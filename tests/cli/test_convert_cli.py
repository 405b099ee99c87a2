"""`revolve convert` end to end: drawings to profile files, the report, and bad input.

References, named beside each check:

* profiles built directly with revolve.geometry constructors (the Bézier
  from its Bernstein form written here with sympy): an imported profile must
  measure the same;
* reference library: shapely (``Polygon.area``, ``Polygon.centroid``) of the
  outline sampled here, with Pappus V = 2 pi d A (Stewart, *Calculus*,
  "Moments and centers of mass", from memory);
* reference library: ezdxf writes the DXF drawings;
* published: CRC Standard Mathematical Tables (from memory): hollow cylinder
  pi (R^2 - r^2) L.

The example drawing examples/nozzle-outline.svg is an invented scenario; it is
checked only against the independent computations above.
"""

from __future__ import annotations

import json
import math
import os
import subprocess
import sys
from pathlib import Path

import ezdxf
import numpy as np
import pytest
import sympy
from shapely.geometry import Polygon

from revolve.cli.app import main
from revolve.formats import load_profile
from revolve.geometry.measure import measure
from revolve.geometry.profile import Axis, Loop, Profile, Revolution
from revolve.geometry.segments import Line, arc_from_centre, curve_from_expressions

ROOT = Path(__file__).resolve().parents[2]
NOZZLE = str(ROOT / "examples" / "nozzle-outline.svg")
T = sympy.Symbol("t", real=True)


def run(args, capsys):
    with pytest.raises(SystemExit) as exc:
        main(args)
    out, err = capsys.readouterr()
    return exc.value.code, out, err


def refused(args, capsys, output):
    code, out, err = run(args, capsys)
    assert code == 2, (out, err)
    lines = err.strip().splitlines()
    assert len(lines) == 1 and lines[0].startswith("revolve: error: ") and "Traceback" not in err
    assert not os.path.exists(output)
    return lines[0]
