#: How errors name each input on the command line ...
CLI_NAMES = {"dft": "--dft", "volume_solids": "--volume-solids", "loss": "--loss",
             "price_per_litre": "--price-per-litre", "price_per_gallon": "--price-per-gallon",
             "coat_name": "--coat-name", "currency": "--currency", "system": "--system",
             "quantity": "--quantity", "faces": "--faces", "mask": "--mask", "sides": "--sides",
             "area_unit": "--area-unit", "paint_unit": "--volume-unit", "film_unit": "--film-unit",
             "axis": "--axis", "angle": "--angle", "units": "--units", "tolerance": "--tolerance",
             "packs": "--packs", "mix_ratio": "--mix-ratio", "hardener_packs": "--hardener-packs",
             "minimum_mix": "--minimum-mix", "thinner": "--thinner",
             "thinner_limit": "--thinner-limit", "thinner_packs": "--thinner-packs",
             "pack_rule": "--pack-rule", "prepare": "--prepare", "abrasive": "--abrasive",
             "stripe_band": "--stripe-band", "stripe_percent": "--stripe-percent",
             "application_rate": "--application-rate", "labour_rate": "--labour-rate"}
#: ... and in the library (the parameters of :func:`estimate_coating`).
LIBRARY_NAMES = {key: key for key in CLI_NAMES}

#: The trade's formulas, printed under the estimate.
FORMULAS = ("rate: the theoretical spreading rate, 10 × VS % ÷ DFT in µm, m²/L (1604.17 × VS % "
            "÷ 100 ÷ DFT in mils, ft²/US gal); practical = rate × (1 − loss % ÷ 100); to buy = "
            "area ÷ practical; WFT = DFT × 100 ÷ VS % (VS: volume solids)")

ACTIVITY — Whatever else the listing above holds, retype exactly only the lines from the one containing "out, err = capsys.readouterr()" to the one containing "#: How errors", both ends kept.

REPLY TO THE EXERCISE —
    out, err = capsys.readouterr()
    return exc.value.code, out, err


def refused(args, capsys, output):
    code, out, err = run(args, capsys)
    assert code == 2, (out, err)
    lines = err.strip().splitlines()
    assert len(lines) == 1 and lines[0].startswith("revolve: error: ") and "Traceback" not in err
    assert not os.path.exists(output)
    return lines[0]
#: How errors name each input on the command line ...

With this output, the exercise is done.